Reformulation and evaluation of robust characteristic-based discretization for the discrete ordinates equation on structured hexahedron grids

Abstract

Strong flux attenuation and intense material heterogeneity are extremely challenging conundrums of discrete ordinates transport calculations for neutron or gamma deep-penetration shielding problems. The spatial discretization methods of high accuracy and strong robustness are indispensable for varying materials, including absorbers and cavities, and for meshes of large or small size. A family of the characteristic-based spatial schemes is chosen to construct a suit of the stable and efficient transport architecture for the nuclear installation shielding problems. The reformulations of a series of the characteristic-based schemes are presented based on Cartesian hexahedron grids.
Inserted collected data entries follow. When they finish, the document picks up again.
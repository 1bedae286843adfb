/** Decimal places on which a number with this uncertainty ends: two significant digits of the uncertainty, never negative. */
export function placesOfUncertainty(uncertainty: number): number {
  if (!Number.isFinite(uncertainty) || uncertainty <= 0) return 3;
  const exponent = Number(uncertainty.toExponential(1).split('e')[1]);
  return Math.min(8, Math.max(0, 1 - exponent));
}
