import { View } from 'react-native';
import { Section } from '@/components/ui/Section';
import { Text } from '@/components/ui/Text';
import { fontFamily, space } from '@/components/ui/tokens';
import { useLook } from '@/components/ui/useLook';
import type { BudgetLine } from '@/shared/contracts/measureResult';
import { formatNumber, formatPercent } from '@/shared/units/format';
import { placesOfUncertainty } from './placesOfUncertainty';
import { sourceName } from './words/sourceWords';

export interface BudgetBarsProps {
  budget: readonly BudgetLine[];
  standardUncertaintyUm: number;
  expandedUncertaintyUm: number;
  coverageFactor: number;
  effectiveDegreesOfFreedom: number | null;
}

/** What the largest cause makes of the whole, and what that means for the next frame. */
export function leadSentence(budget: readonly BudgetLine[], standardUncertaintyUm: number): string | null {
  const lead = [...budget].sort((a, b) => b.contributionUm - a.contributionUm)[0];
  if (!lead || standardUncertaintyUm <= 0) return null;
  const share = (lead.contributionUm / standardUncertaintyUm) ** 2;
  if (share < 0.5) return null;
  const words = `${sourceName(lead.source)} makes ${formatPercent(share, { significant: 2 })} of it.`;
  return lead.source === 'fit' || lead.source === 'repeat-frames' ? words : `${words} More frames change nothing here.`;
}

/** Contributions to the standard uncertainty by cause, sorted, the largest in accent. */
export function BudgetBars({
  budget,
  standardUncertaintyUm,
  expandedUncertaintyUm,
  coverageFactor,
  effectiveDegreesOfFreedom,
}: BudgetBarsProps) {
  const { colours, desk } = useLook();
  const lines = [...budget].sort((a, b) => b.contributionUm - a.contributionUm);
  const most = Math.max(lines[0]?.contributionUm ?? 0, 1e-12);
  const places = placesOfUncertainty(standardUncertaintyUm) + 1;
  const rowHeight = desk ? 22 : 26;
  const number = (value: number, decimals: number) => formatNumber(value, { places: decimals });
  const lead = leadSentence(budget, standardUncertaintyUm);
  return (
    <Section title="Uncertainty by cause" note="Standard uncertainty of the size, µm">
      <View role="list">
        {lines.map((line, i) => (
          <View
            key={line.source}
            role="listitem"
            style={{ height: rowHeight, flexDirection: 'row', alignItems: 'center' }}
          >
            <Text variant="small" style={{ width: desk ? 104 : 112 }}>
              {sourceName(line.source)}
            </Text>
            <View style={{ flex: 1, height: 10, backgroundColor: colours.wall }}>
              <View
                style={{
                  height: 10,
                  minWidth: 1.5,
                  width: `${(line.contributionUm / most) * 100}%`,
                  backgroundColor: i === 0 ? colours.accent : colours.ink2,
                }}
              />
            </View>
            <Text variant="small" align="right" style={{ width: desk ? 66 : 72 }}>
              {number(line.contributionUm, places)}
            </Text>
          </View>
        ))}
      </View>
      <View style={{ height: 1, backgroundColor: colours.ink3, marginTop: 4, marginBottom: 2 }} />
      <View
        style={{ flexDirection: 'row', justifyContent: 'space-between', minHeight: rowHeight, alignItems: 'center' }}
      >
        <Text variant="small">All together</Text>
        <Text variant="small">{number(standardUncertaintyUm, places)}</Text>
      </View>
      <View
        style={{ flexDirection: 'row', justifyContent: 'space-between', minHeight: rowHeight, alignItems: 'center' }}
      >
        <Text variant="small" tone="ink0" style={{ fontFamily: fontFamily.textBold }}>
          {`Times ${formatNumber(coverageFactor, { places: 2 })}, for 95 %`}
        </Text>
        <Text variant="small" tone="ink0" style={{ fontFamily: fontFamily.textBold }}>
          {number(expandedUncertaintyUm, placesOfUncertainty(expandedUncertaintyUm))}
        </Text>
      </View>
      <View style={{ marginTop: space.xs, gap: 2 }}>
        {lead ? (
          <Text variant="small" tone="ink2">
            {lead}
          </Text>
        ) : null}
        {effectiveDegreesOfFreedom === null ? null : (
          <Text variant="small" tone="ink2">
            {`Effective degrees of freedom: ${formatNumber(effectiveDegreesOfFreedom, { places: 0 })}.`}
          </Text>
        )}
      </View>
    </Section>
  );
}
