import { useState } from 'react';
import { View } from 'react-native';
import { EmptyState } from '@/components/ui/EmptyState';
import { SearchField } from '@/components/ui/SearchField';
import { Slot } from '@/components/ui/Slot';
import { StageChip, StageGlyph } from '@/components/ui/StageGlyph';
import { Table, type Column } from '@/components/ui/Table';
import { Text } from '@/components/ui/Text';
import { space } from '@/components/ui/tokens';
import { useLook } from '@/components/ui/useLook';
import { VerdictChip } from '@/components/ui/VerdictGlyph';
import type { Aperture } from '@/shared/contracts/lots';
import { formatMeasured } from '@/shared/units/format';
import { apertureLimits, readAperture } from './apertureReading';
import { nominalText, sizeSentence } from './apertureWords';

export interface ApertureTableProps {
  lotId: string;
  apertures: readonly Aperture[];
  selectedId: string | null;
}

/** The pieces of a lot: serial, size, place between the limits, stage. Those that need a person are lifted. */
export function ApertureTable({ lotId, apertures, selectedId }: ApertureTableProps) {
  const { desk, widthPx } = useLook();
  const [search, setSearch] = useState('');
  const wanted = search.trim().toLowerCase();
  const found = apertures.filter((one) =>
    `${one.serial} ${one.kind} ${one.nominalSizeUm} ${readAperture(one).words}`.toLowerCase().includes(wanted),
  );
  const alike = apertures.every(
    (one) => one.nominalSizeUm === apertures[0]?.nominalSizeUm && one.toleranceUm === apertures[0]?.toleranceUm,
  );
  const columns = desk ? deskColumns({ withNominal: !alike, withStageWords: widthPx >= 1400 }) : handColumns;

  return (
    <View style={{ gap: space.hair }}>
      {apertures.length > 8 ? (
        <SearchField label="Search apertures" placeholder="Serial, size or state" value={search} onChange={setSearch} />
      ) : null}
      {found.length === 0 && apertures.length > 0 ? (
        <EmptyState sentence={`No aperture fits “${search}”.`} />
      ) : (
        <Table
          label="Apertures"
          columns={columns}
          rows={found}
          rowKey={(row) => row.id}
          rowLabel={(row) =>
            sizeSentence(
              row.serial,
              row.newest?.sizeUm ?? null,
              row.newest?.expandedUncertaintyUm ?? null,
              readAperture(row).words,
            )
          }
          rowHref={(row) => `/lots/${lotId}?aperture=${row.id}`}
          selectedKey={selectedId}
          isFirst={(row) => readAperture(row).toLookAt}
        />
      )}
    </View>
  );
}

function sizeFigure(row: Aperture) {
  return row.newest?.sizeUm == null ? null : (
    <Text variant="medium" style={{ fontSize: 18, lineHeight: 24 }} lines={1}>
      {formatMeasured(row.newest.sizeUm, row.newest.expandedUncertaintyUm).value}
    </Text>
  );
}

function sizeInGap(row: Aperture) {
  if (row.newest?.sizeUm == null || row.toleranceUm === null) return null;
  return (
    <Slot
      {...apertureLimits(row)}
      value={row.newest.sizeUm}
      uncertainty={row.newest.expandedUncertaintyUm}
      size="sm"
      label={readAperture(row).words}
      style={{ width: '100%' }}
    />
  );
}

const serialColumn: Column<Aperture> = {
  key: 'serial',
  title: 'Serial',
  width: 112,
  sortBy: (row) => row.serial,
  cell: (row) => (
    <Text variant="strong" lines={1}>
      {row.serial}
    </Text>
  ),
};

/** Serial, size with its place in the gap or the reason for none, stage. */
const handColumns: readonly Column<Aperture>[] = [
  { ...serialColumn, width: 104 },
  {
    key: 'size',
    title: 'Size, µm',
    sortBy: (row) => row.newest?.sizeUm ?? null,
    cell: (row) => {
      const reading = readAperture(row);
      const gap = reading.toLookAt ? null : sizeInGap(row);
      return (
        <View style={{ width: '100%', flexDirection: 'row', alignItems: 'center', gap: space.m }}>
          {row.newest?.sizeUm == null ? null : (
            <View style={{ minWidth: 78, flexShrink: 0, alignItems: 'flex-end' }}>{sizeFigure(row)}</View>
          )}
          <View style={{ flex: 1, minWidth: 0 }}>
            {gap ?? (
              <Text variant="small" lines={1}>
                {reading.words.replace(/^(refused|failed): /, '').replace(/ (the|a) limit/, ' limit')}
              </Text>
            )}
          </View>
        </View>
      );
    },
  },
  {
    key: 'stage',
    title: 'Stage',
    hideTitle: true,
    width: 24,
    cell: (row) => <StageGlyph stage={readAperture(row).stage} />,
  },
];

function deskColumns({
  withNominal,
  withStageWords,
}: {
  withNominal: boolean;
  withStageWords: boolean;
}): readonly Column<Aperture>[] {
  const nominal: Column<Aperture> = {
    key: 'nominal',
    title: 'Nominal',
    width: 100,
    sortBy: (row) => row.nominalSizeUm,
    cell: (row) => nominalText(row.nominalSizeUm, row.toleranceUm),
  };
  return [
    serialColumn,
    ...(withNominal ? [nominal] : []),
    {
      key: 'size',
      title: 'Size, µm',
      width: 84,
      align: 'right',
      sortBy: (row) => row.newest?.sizeUm ?? null,
      cell: sizeFigure,
    },
    {
      key: 'uncertainty',
      title: '±',
      width: 48,
      align: 'right',
      sortBy: (row) => row.newest?.expandedUncertaintyUm ?? null,
      cell: (row) =>
        row.newest?.sizeUm == null
          ? null
          : formatMeasured(row.newest.sizeUm, row.newest.expandedUncertaintyUm).uncertainty,
    },
    { key: 'gap', title: 'In the gap', width: 140, cell: sizeInGap },
    {
      key: 'reading',
      title: 'Reading',
      sortBy: (row) => readAperture(row).words,
      cell: (row) => {
        const reading = readAperture(row);
        return <VerdictChip verdict={reading.verdict} words={reading.words} />;
      },
    },
    withStageWords
      ? {
          key: 'stage',
          title: 'Stage',
          width: 104,
          sortBy: (row) => readAperture(row).stage,
          cell: (row) => <StageChip stage={readAperture(row).stage} />,
        }
      : {
          key: 'stage',
          title: 'Stage',
          hideTitle: true,
          width: 24,
          cell: (row) => <StageGlyph stage={readAperture(row).stage} />,
        },
  ];
}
The related optimizations are proposed about parameter calculation, solving procedure and stability improvement for higher accuracy and efficiency. Numerical results and evaluations are given for several monoenergetic benchmarks and self-designed problems. The behaviors of the short characteristic and the zero-order finite difference schemes are compared for meshes of different optical thicknesses. The linear and exponential short characteristic schemes exhibit excellent accuracy advantages over the tested cell-average-based discretization methods. The slice-balance-approach-based DD-like scheme is more accurate and stable than the constant short characteristic method. Exponential short characteristic method possesses the best coarse mesh accuracy with RMS error norms slightly higher than 10% using 10-times-optical-thickness grids for the self-designed streaming-dominated deep-penetration problem.